Future Rave (also known as FUTURE RAVE or FR) is a genre of EDM coined by deejay/producers David Guetta and Morten Breum. The sound is a dark yet electrifying blend of techno and progressive house. In 2022, the pair have gone on a tour under the name Future Rave. The style has been popularized by other EDM artists such as Hardwell.

History 
In 2019, French producer David Guetta and Danish producer Morten Breum paired together to produce some tracks. They produced several tracks together and later they would call this style Future Rave. The first two tracks produced in this style by the pair were  "Never Be Alone" with Aloe Blacc and an official remix of Avicii's "Heaven." In 2022, the pair went on a US Tour under the title Future Rave, including an appearance at EDC and started a residency at Hï Ibiza under the same title.

David Guetta comments on their collaboration in a Billboard interview: "MORTEN came with this sound, and it's so hard to find a new sound. Then I have more experience in making chords and melodies and structuring records, so it's been really interesting to be able to kind of complete each other. I think what we're doing doesn't sound like anyone else. It's really fresh and new and I'm so excited about it. DJs I play it for are excited about it too. I haven't been excited about dance music like this for a long time."

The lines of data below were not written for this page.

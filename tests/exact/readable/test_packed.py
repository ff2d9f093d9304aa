"""Packed polynomials: arithmetic against exponent tuples and sympy's ring, factors that multiply back."""

from __future__ import annotations

from functools import reduce
from operator import mul
from typing import Any

from hypothesis import given, settings
from hypothesis import strategies as st

from symnet.exact.polynomials import make_ring
from symnet.exact.readable.packed import LONGEST_GROUPED, Polynomial, Space

RING = make_ring(["R1", "R2", "R3", "R4", "L1", "L2", "C1", "C2", "C3", "C4", "K"])
s, R1, R2, R3, R4, L1, L2, C1, C2, C3, C4, K = RING.gens
NAMES = [str(symbol) for symbol in RING.symbols]


def packed(p: Any) -> tuple[Space, Polynomial]:
    space = Space(NAMES, max((e for m in p for e in m), default=1))
    return space, {space.pack(m): int(c) for m, c in p.items()}


def polynomials(names: list[Any], *, linear: bool = False) -> st.SearchStrategy[Any]:
    monomial = st.lists(st.sampled_from(names), max_size=3, unique=linear).map(
        lambda chosen: reduce(mul, chosen, RING.one)
    )
    terms = st.lists(st.tuples(st.sampled_from([1, 1, 1, -1, 2, -3]), monomial), max_size=6)
    return terms.map(lambda pairs: sum((c * m for c, m in pairs), RING.zero))


SOME = polynomials([R1, R2, R3, C1, C2, K])


@settings(deadline=None)
@given(
    polynomials([R1, R2, R3], linear=True),
    polynomials([C1, C2, K], linear=True),
    polynomials([R4, L1, L2], linear=True),
)
def test_factors_without_a_name_in_common_are_found(a: Any, b: Any, c: Any) -> None:
    """Law: p = coefficient * monomial * factors, and no factor mixes the names of two of the polynomials put in."""
    p = a * b * c
    if not p or len(p) > LONGEST_GROUPED:
        return
    space, q = packed(p)
    coefficient, monomial, factors = space.factors(q)
    product = reduce(space.multiply, (f for f, e in factors for _ in range(e)), {monomial: coefficient})
    assert product == q
    groups = [
        {NAMES.index(name) for name in group}
        for group in (("R1", "R2", "R3"), ("C1", "C2", "K"), ("R4", "L1", "L2"))
    ]
    assert all(any(set(space.used(f)) <= group for group in groups) for f, _ in factors)


@settings(deadline=None)
@given(SOME, SOME)
def test_factors_multiply_back(a: Any, b: Any) -> None:
    """Law: p = coefficient * monomial * factors, also with powers, and each leading term is positive."""
    p = a * b
    if not p:
        return
    space, q = packed(p)
    coefficient, monomial, factors = space.factors(q)
    assert reduce(space.multiply, (f for f, e in factors for _ in range(e)), {monomial: coefficient}) == q
    assert all(f[max(f)] > 0 and len(f) > 1 for f, _ in factors)


@settings(deadline=None)
@given(SOME, SOME)
def test_division_leaves_terms_of_the_dividend(a: Any, b: Any) -> None:
    """Law: p = d*q + r, r made of terms of p only, and no term made twice."""
    if not a or not b:
        return
    p = a * b + R4 * C3
    space, packed_p = packed(p)
    d = {space.pack(m): int(c) for m, c in b.items()}
    q, r = space.divide(packed_p, d)
    made = space.multiply(d, q)
    assert set(r.items()) <= set(packed_p.items())
    assert {**made, **r} == packed_p
    assert len(made) == len(d) * len(q)


@settings(deadline=None)
@given(
    st.lists(st.integers(0, 7), min_size=4, max_size=4),
    st.lists(st.integers(0, 7), min_size=4, max_size=4),
)
def test_packed_monomials_are_exponents(a: list[int], b: list[int]) -> None:
    """Law: divides, common part and product agree with the same done exponent by exponent."""
    space = Space(["w", "x", "y", "z"], 7)
    m, n = space.pack(a), space.pack(b)
    assert space.unpack(m) == tuple(a)
    assert space.divides(m, n) == all(i <= j for i, j in zip(a, b, strict=True))
    assert space.unpack(space.common((m, n))) == tuple(map(min, a, b))
    assert space.unpack(m + n) == tuple(i + j for i, j in zip(a, b, strict=True))


def test_a_factor_with_a_power_and_a_sign() -> None:
    p = -((R1 - R2) ** 3) * (C1 + C2) * K**2
    space, q = packed(p)
    coefficient, monomial, factors = space.factors(q)
    assert (coefficient, monomial) == (-1, 2 * space.unit(NAMES.index("K")))
    assert sorted(e for _, e in factors) == [1, 3]


def test_very_long_sums_are_not_factored() -> None:
    p = (R1 + R2 + R3 + R4) * (L1 + L2 + K + s) * (C1 + C2 + C3 + C4)
    space, q = packed(p)
    assert len(q) == 64 > LONGEST_GROUPED
    assert space.factors(q) == (1, 0, [(q, 1)])


def test_equal_factors_are_counted_together_whatever_their_sign() -> None:
    """Found by random forms: the sign of the whole stood with one of two equal factors, and both were cancelled."""
    space, p = packed((R3 + R4) ** 2 * (1 - R1 * R2))
    _, _, found = space.factors(p)
    assert sorted(exponent for _, exponent in found) == [1, 2]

In 2022, after a 4-year hiatus, Hardwell came back to play the Ultra Music Festival and his set was described as Future Rave and Future Techno. He released the track Black Magic which has been described as "synth-packed, captivating track that immerses its listeners into the world of the world of techno." It is a "dark, almost mystical sounds interlocked with techno characteristics and...packed with epic, almost cinematic sounds.

Style and sound 
The sound is described as underground futuristic techno and trance arrangements layered in while also incorporating the ever-changing cutting edge sounds. According to Magnetic Mag "What sets future rave apart is a slight shift in syncopation, which makes all the difference.There is an added level of syncopation to the percussions which creates a slightly more mature and rolling groove which is interlaced with the same aggressively-programmed synth hits that propel the tracks forward. The sound pallets hasn't changed, but the timings and grooves have over corrected themselves back to the early rave days of the 90s and the sound is all the better for it."

The tracks also contain rolling, energetic grooves from the start to finish with long build ups and drops. They also contain euphoric vocals and anthemic breakdowns.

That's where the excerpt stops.